Wenger can be an Arsenal figurehead for life

Click to follow
The Independent Football

Arsenal's directors have admitted for the first time to having a degree of pessimism at one stage about whether their new £357m stadium at nearby Ashburton Grove would ever be built. But by finally agreeing £260m worth of loans from six different banks they now claim to have secured the future of the club, and of Arsène Wenger as manager.

Wenger, whose contract expires in 2006 just as the new ground is due to open, will negotiate his next one from a position of strength, knowing that the club want him to stay for life and have even considered him as a future chairman. He has agreed all along that it was unrealistic for Arsenal to stay at Highbury with its capacity of 38,000 (fewer for Champions' League games), and the fear was that he would be lured away by a club like Real Madrid before the new 60,000 stadium was complete, which would then lead to an exodus of players.

"We probably underestimated the size and complexity of this project," said Arsenal's managing director, Keith Edelman. "There are huge complications with regenerating sites in the middle of London. When you take giant strides forwards, which this is, there must be moments when you sit back and think, 'Are we going to get to the finish line?' It's certainly caused sleepless nights."

Ken Friar, who was Edelman's long-serving predecessor before resigning to work full-time on the project, admitted in his dry manner: "Eighteen months ago we were cautiously pessimistic about the future. But everybody just gritted their teeth and got going again. We had to win this one." Danny Fiszman, the other director most heavily involved, has called it his "five-till-nine job: five in the morning till nine at night".

With Wembley's costs escalating and clubs such as Leeds United in trouble after borrowing too heavily, the banks' caution was so extreme that they even explored the scenario of whether they would get their money back if Arsenal were suddenly relegated. They will do so, Edelman insists, as well as receiving interest payments of £15m a year on the 14-year loan. That outlay - the equivalent of a star player every season - is considered to be worth it once crowd capacity increases by almost 60 per cent, with much greater scope for executive boxes and corporate hospitality. Manchester United, even though they may possibly expand Old Trafford, will no longer be taking £1m more each match than their closest rivals.

Exactly 30 years ago Friar, as club secretary, was part of the historic meeting at which the boards of Arsenal and Tottenham discussed building and sharing a new stadium at Alexandra Palace. He later offered the GLC £162,000 for the site. Last Thursday morning he sat at the same table in the Highbury boardroom, as Edelman teased him: "Why didn't you do that deal? Think of the trouble it would have saved!" Not to mention the £357m.

But at that time Highbury still held 63,000, White Hart Lane not much less, and Hillsborough, the Taylor Report and compulsory all-seater stadia were more than a decade away. This time every possibility has been explored, including the two north London clubs sharing Wembley, which was considered unattractive financially and, ironically, too big for club football with its 92,000 seats. Having looked at some 30 possible sites, Arsenal decided that moving round the corner in Islington was the least-bad option.
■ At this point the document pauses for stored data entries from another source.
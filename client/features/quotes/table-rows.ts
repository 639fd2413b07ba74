import type { Laterality } from '#domain/eye';
import type { QuoteLine } from '#domain/pricing/index';

/** One row of the priced table: what stands in the columns OD, OS and both. */
export interface TableRow {
  readonly row: string;
  readonly label: string;
  /** What is particular to the row, the details of its lines without repetition. */
  readonly detail: string | null;
  readonly cells: Readonly<Partial<Record<Laterality, QuoteLine>>>;
}

/** Lines of the same row, in the order the engine gives them, laid into columns. */
export function tableRows(lines: readonly QuoteLine[]): TableRow[] {
  const rows = new Map<string, { label: string; details: string[]; cells: TableRow['cells'] }>();
  for (const line of lines) {
    const row = rows.get(line.row) ?? { label: line.label, details: [], cells: {} };
    if (line.detail !== null && !row.details.includes(line.detail)) row.details.push(line.detail);
    row.cells = { ...row.cells, [line.laterality]: line };
    rows.set(line.row, row);
  }
  return [...rows].map(([row, { label, details, cells }]) => ({
    row,
    label,
    detail: details.length === 0 ? null : details.join(', '),
    cells,
  }));
}
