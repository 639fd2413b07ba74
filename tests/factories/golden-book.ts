import { currencyCode, type Minor, minor } from '#domain/money/index';
import type { AddOn, Band, Charge, PriceBook, Procedure, SecondEyeRule } from '#domain/pricing/index';
import { clinicDate } from '#domain/time/index';

/** Euros of the hand-checked courses. */
export const eur = (euros: number): Minor => minor(Math.round(euros * 100));

const off = (percent: number): Charge => ({ kind: 'rate', rateBp: percent * 100 });
const amount = (euros: number): Charge => ({ kind: 'amount', amountMinor: eur(euros) });

function procedure(id: string, price: number): Procedure {
  return {
    id,
    label: id,
    priceMinor: eur(price),
    standAloneMinor: eur(price),
    taxClassId: 'care',
    followUpId: 'visits',
  };
}

function band(id: string, measure: Band['measure'], edges: string, charge: Charge, requires: string[]): Band {
  const [, open, from, to, close] = /^([[(])([\d.]+), ([\d.]+)([\])])$/.exec(edges) ?? [];
  return {
    id,
    label: `${measure} ${edges}`,
    measure,
    procedureIds: ['lasik', 'surface', 'lenticule'],
    fromMd: Number(from) * 1000,
    fromIncluded: open === '[',
    toMd: Number(to) * 1000,
    toIncluded: close === ']',
    charge,
    requiresAddOnIds: requires,
  };
}

function addOn(
  id: string,
  per: AddOn['per'],
  purpose: AddOn['purpose'],
  price: number,
  taxClassId = 'care',
): AddOn {
  return { id, label: id, per, purpose, priceMinor: eur(price), standAloneMinor: eur(price), taxClassId };
}

function pair(
  a: string,
  b: string,
  sameSession: Charge | null,
  staged: SecondEyeRule['staged'],
): SecondEyeRule {
  return {
    id: `pair-${a}-${b}`,
    label: `${a} and ${b}`,
    procedureIds: [a, b],
    sameSession,
    staged,
    ifNever: { kind: 'first_eye_keeps_its_price' },
  };
}

function tax(
  id: string,
  stated: 'included' | 'excluded',
  percent: number,
  later: number,
): PriceBook['taxClasses'][0] {
  return {
    id,
    label: `Tax, ${id}`,
    treatment: 'taxed',
    exemptionReason: null,
    stated,
    goesBy: 'surgery',
    rates: [
      { from: clinicDate('2020-01-01'), rateBp: percent * 100 },
      { from: clinicDate('2026-05-01'), rateBp: later * 100 },
    ],
  };
}

/** A small sound book with round figures, so that a course can be checked in the head. */
export const goldenBook: PriceBook = {
  id: 'golden',
  version: 1,
  inForceFrom: clinicDate('2026-01-01'),
  currency: currencyCode('EUR'),
  taxClasses: [
    {
      id: 'care',
      label: 'Medical care',
      treatment: 'exempt',
      exemptionReason: 'Medical care',
      stated: 'included',
      goesBy: 'surgery',
      rates: [],
    },
    tax('in', 'included', 20, 25),
    tax('on-top', 'excluded', 10, 10),
  ],
  procedures: [procedure('lasik', 2_000), procedure('surface', 1_500), procedure('lenticule', 2_200)],
  bands: [
    band('cyl-1.5', 'cylinder', '[1.50, 3.00)', amount(100), ['axis-marking']),
    band('cyl-3', 'cylinder', '[3.00, 6.00]', off(10), ['axis-marking']),
    band('mer-6', 'meridian', '(6.00, 10.00]', amount(150), []),
  ],
  secondEye: [
    pair('lasik', 'lasik', off(10), { withinDays: 90, off: off(5) }),
    pair('surface', 'surface', amount(200), null),
    pair('lasik', 'surface', off(8), { withinDays: 60, off: off(4) }),
  ],
  followUps: [
    {
      id: 'visits',
      label: 'Six visits',
      per: 'course',
      priceMinor: eur(240),
      standAloneMinor: eur(240),
      taxClassId: 'care',
      visits: [1, 7, 30, 91, 182, 365].map((afterDays) => ({
        label: `Day ${afterDays}`,
        afterDays,
        windowDays: 3,
      })),
    },
    {
      id: 'short',
      label: 'Two visits',
      per: 'course',
      priceMinor: eur(90),
      standAloneMinor: eur(90),
      taxClassId: 'care',
      visits: [1, 7].map((afterDays) => ({ label: `Day ${afterDays}`, afterDays, windowDays: 3 })),
    },
  ],
  covers: [
    {
      id: 'c24',
      label: 'Cover, 24 months',
      months: 24,
      earliestMonth: 3,
      countPerEye: 1,
      thresholdMd: 500,
      thresholdOf: 'either',
      examinationEveryMonths: 12,
      priceMinor: eur(80),
      standAloneMinor: eur(80),
      taxClassId: 'care',
      priceOutOfCoverMinor: eur(700),
      carriesDiscount: true,
    },
  ],
  addOns: [
    addOn('axis-marking', 'eye', 'surgery', 50),
    addOn('near-planning', 'eye', 'service', 70),
    addOn('assessment', 'course', 'assessment', 120),
    addOn('nurse', 'session', 'service', 60),
    addOn('drops', 'course', 'goods', 30, 'in'),
    addOn('lens-care', 'eye', 'goods', 24, 'on-top'),
  ],
  packages: [
    {
      id: 'all-in',
      label: 'All in',
      eyes: 'both',
      procedureIds: ['lasik', 'surface'],
      price: amount(4_100),
      taxClassId: 'care',
      includes: { bands: true, aftercare: true, addOnIds: ['assessment'], coverId: 'c24' },
      included: ['all visits'],
      notIncluded: ['axis marking'],
      mayCostMore: false,
    },
    {
      id: 'single',
      label: 'One eye',
      eyes: 'one',
      procedureIds: ['lasik'],
      price: off(10),
      taxClassId: 'care',
      includes: { bands: false, aftercare: true, addOnIds: ['assessment'], coverId: null },
      included: [],
      notIncluded: [],
      mayCostMore: false,
    },
  ],
  priceLists: [
    {
      id: 'staff',
      label: 'Staff',
      evidence: 'badge seen',
      rule: { kind: 'rate', rateBp: 500, scope: 'everything' },
      combinesWithDiscounts: true,
    },
    {
      id: 'ferries',
      label: 'Ferries',
      evidence: null,
      rule: { kind: 'prices', prices: { lasik: eur(1_800) } },
      combinesWithDiscounts: false,
    },
  ],
  discounts: [
    {
      id: 'goodwill',
      reason: 'Goodwill',
      off: { kind: 'rate', scope: 'surgery', ownLimitBp: 500, approverLimitBp: 1_500 },
      stackingGroup: 'goodwill',
      aftercare: null,
    },
    {
      id: 'family',
      reason: 'Family',
      off: { kind: 'amount', ownLimitMinor: eur(100), approverLimitMinor: eur(300) },
      stackingGroup: 'family',
      aftercare: null,
    },
    {
      id: 'own-optometrist',
      reason: 'Own optometrist',
      off: { kind: 'amount', ownLimitMinor: eur(80), approverLimitMinor: eur(80) },
      stackingGroup: 'family',
      aftercare: { followUpId: 'short', coverId: null, words: 'two visits, no cover.' },
    },
  ],
  deposit: { id: 'deposit', charge: off(10), floorMinor: eur(150), ceilingMinor: eur(400) },
  balanceDueDays: 14,
  paymentPlans: [
    {
      kind: 'interest_free',
      id: 'ten',
      label: 'Ten months',
      instalments: 10,
      takesDeposit: true,
      leastMinor: eur(1_000),
    },
    {
      kind: 'fee_bearing',
      id: 'two-years',
      label: 'Two years',
      instalments: 24,
      takesDeposit: false,
      leastMinor: eur(1_000),
      rateBp: 990,
      taxClassId: 'care',
    },
    {
      kind: 'lender',
      id: 'lender',
      label: 'Lender',
      instalments: 12,
      takesDeposit: true,
      leastMinor: eur(1_000),
      rateBp: 0,
    },
  ],
  cancellation: {
    id: 'ladder',
    reflectionDays: 14,
    rungs: [
      { id: 'early', minDaysBefore: 14, kept: amount(50) },
      { id: 'late', minDaysBefore: 1, kept: off(20) },
    ],
    noShow: off(50),
    reschedule: { freeMoves: 1, fee: amount(40) },
  },
  validityDays: 30,
  allocationPolicy: 'B',
  notIncluded: ['glasses'],
};
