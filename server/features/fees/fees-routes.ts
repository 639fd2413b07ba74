import { agreeFee, getFeeMonth, listFeeAgreements, listSurgeons } from '#contract/fees';
import { type BoundRoute, route } from '#server/http/route';
import { hasRole, type StaffActor } from '#server/platform/actor';
import type { Deps } from '#server/platform/deps';
import { notFound } from '#server/platform/problem';
import { agreeSurgeonFee } from './agree-fee.ts';
import { agreementsOf } from './fee-repository.ts';
import { readFeeMonth, readSurgeons } from './fees-read.ts';

export function feesRoutes(deps: Deps): BoundRoute[] {
  return [
    route(
      listSurgeons,
      async ({ actor }) => await readSurgeons(deps.db, ownOnly(actor) ? actor.userId : undefined),
    ),
    route(getFeeMonth, async ({ params, query, actor }) => {
      mustSeeFeesOf(actor, params.surgeonId);
      return await readFeeMonth(deps, params.surgeonId, query.month);
    }),
    route(listFeeAgreements, async ({ params, actor }) => {
      mustSeeFeesOf(actor, params.surgeonId);
      return { agreements: await agreementsOf(deps.db, params.surgeonId) };
    }),
    route(
      agreeFee,
      async ({ params, body, actor }) =>
        await agreeSurgeonFee(deps, {
          surgeonUserId: params.surgeonId,
          ...body,
          agreedBy: actor.userId,
          actor,
        }),
    ),
  ];
}

/** A surgeon who is neither manager nor auditor sees own fees only. */
function ownOnly(actor: StaffActor): boolean {
  return !hasRole(actor, 'manager', 'auditor');
}

function mustSeeFeesOf(actor: StaffActor, surgeonId: number): void {
  if (ownOnly(actor) && actor.userId !== surgeonId) throw notFound('surgeon');
}
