import { useQuery } from '@tanstack/react-query';
import { useNavigate, useParams, useSearchParams } from 'react-router-dom';
import { useSession } from '#client/api/session.ts';
import { useAnnounce } from '#client/ui/announcer.tsx';
import { Button } from '#client/ui/button.tsx';
import { Page } from '#client/ui/page.tsx';
import { PairMark } from '#client/ui/pair-mark.tsx';
import { Caution, ErrorState, Skeleton } from '#client/ui/states.tsx';
import type { PatientView } from '#contract/patients';
import { formatDay } from '#domain/time/index';
import { ApprovePlanDialog } from './approve-plan-dialog.tsx';
import { ChangeDialog } from './change-dialog.tsx';
import { EyesSection } from './eyes-section.tsx';
import { patientQuery, useBeginQuote } from './queries.ts';
import { CoursesSection, QuotesSection } from './records-sections.tsx';
import { RefractionDialog } from './refraction-dialog.tsx';
import { ageWords } from './words.ts';

/** A patient's page: eyes with their plan, courses of care, quotes. */
export function PatientPage() {
  const { patientId } = useParams();
  const patient = useQuery(patientQuery(Number(patientId)));
  if (patient.isPending) {
    return (
      <Page title="Patient">
        <Skeleton rows={8} label="Opening the patient’s page" />
      </Page>
    );
  }
  if (patient.isError) {
    return (
      <Page title="Patient">
        <ErrorState error={patient.error} retry={() => void patient.refetch()} />
      </Page>
    );
  }
  return <PatientSheet patient={patient.data} />;
}

type Asking = 'particulars' | 'refraction' | 'plan';

function PatientSheet({ patient }: { readonly patient: PatientView }) {
  const { person } = useSession();
  const announce = useAnnounce();
  const roles = person?.roles ?? [];
  const is = (...wanted: readonly (typeof roles)[number][]) => wanted.some((role) => roles.includes(role));
  const [search, setSearch] = useSearchParams();
  const asking = search.get('ask') as Asking | null;
  const ask = (what: Asking | null): void =>
    setSearch(
      (before) => {
        const next = new URLSearchParams(before);
        if (what === null) next.delete('ask');
        else next.set('ask', what);
        return next;
      },
      { replace: true },
    );
  const done = (words: string): void => {
    ask(null);
    announce(words);
  };
  const [course] = patient.courses;
  const reach = [patient.email, patient.phone].filter((each) => each !== null);
  return (
    <Page
      title={`${patient.givenName} ${patient.familyName}`}
      over={course ? <PairMark eyes={course.eyes} size="large" /> : 'Patient'}
      lead={
        <>
          born {formatDay(patient.bornOn)}, {ageWords(patient.bornOn, patient.today)} ·{' '}
          {reach.length > 0 ? reach.join(' · ') : 'no address or telephone recorded'}
        </>
      }
      actions={
        <>
          {is('counsellor', 'front_desk', 'manager') ? (
            <Button onPress={() => ask('particulars')}>Correct particulars</Button>
          ) : null}
          {is('counsellor', 'manager') ? <BeginQuote patientId={patient.patientId} /> : null}
        </>
      }
    >
      <EyesSection
        patient={patient}
        onRefraction={is('counsellor', 'surgeon', 'manager') ? () => ask('refraction') : undefined}
        onPlan={is('surgeon') ? () => ask('plan') : undefined}
      />
      <CoursesSection patient={patient} linked={is('counsellor', 'front_desk', 'manager', 'auditor')} />
      <QuotesSection patient={patient} linked={is('counsellor', 'front_desk', 'manager', 'auditor')} />
      <Caution>
        Whether an eye may be treated is the surgeon’s decision. These pages price the approved plan.
      </Caution>
      {asking === 'particulars' ? (
        <ChangeDialog
          patient={patient}
          onClose={() => ask(null)}
          onChanged={() => done('Particulars corrected.')}
        />
      ) : null}
      {asking === 'refraction' ? (
        <RefractionDialog
          patient={patient}
          onClose={() => ask(null)}
          onRecorded={() => done('Refraction recorded.')}
        />
      ) : null}
      {asking === 'plan' && is('surgeon') ? (
        <ApprovePlanDialog
          patient={patient}
          onClose={() => ask(null)}
          onApproved={() => done('Plan approved.')}
        />
      ) : null}
    </Page>
  );
}

function BeginQuote({ patientId }: { readonly patientId: number }) {
  const navigate = useNavigate();
  const announce = useAnnounce();
  const begin = useBeginQuote();
  return (
    <Button
      kind="primary"
      sending={begin.isPending}
      onPress={() =>
        begin.mutate(patientId, {
          onSuccess: (quote) => void navigate(`/quotes/${quote.quoteId}`),
          onError: (error) => announce(error.message),
        })
      }
    >
      New quote
    </Button>
  );
}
"The driving force behind all this was that if we didn't move, we could not be a top European club for the next decade," Edelman said. "We'd have decayed. We could not stay at Highbury, keep our squad together and have significant funds for transfers. But this funding will enable us to ensure we have money available for a good-sized transfer budget. The first sign of that was the [Jose Antonio] Reyes signing, which we wouldn't have been able to afford to do had we been staying at Highbury."

So whereas the perception was that Wenger was handicapped by having money put aside for the new stadium, the argument now is that without the finance coming into the club he would have been in a worse position. To ensure that transfer funds are not drained away, a company separate from the football club has been set up and Sir Robert McAlpine has taken on the stadium construction at a fixed cost of £220m, with penalty clauses for any overrun on time.

But despite having already suffered one 12-month delay caused by overoptimism about the starting date, the club expect that in August 2006 they will have a quality team sitting in the home dressing-room and christening the Premiership's newest stadium - with Wenger. A stickler for detail, the meticulous manager has been as closely involved in planning as he was at Arsenal's unsurpassed training centre, and he likes what he sees. "He went round the site," said Friar, "and came back and just shook both his fists in delight."

That may have been the moment at which the directors realised that the fateful day when Wenger says au revoir could be a long way off. "We want him to lead the team out in 2006," Edelman added, "and we want him to be here for as long as he wants to. The chairman's even said he might be a chairman in years to come. He's got the intellectual capability to do it, which I think is very rare for a manager. And when you've built something you don't want to walk away from it. I think he'll be with us for very many years."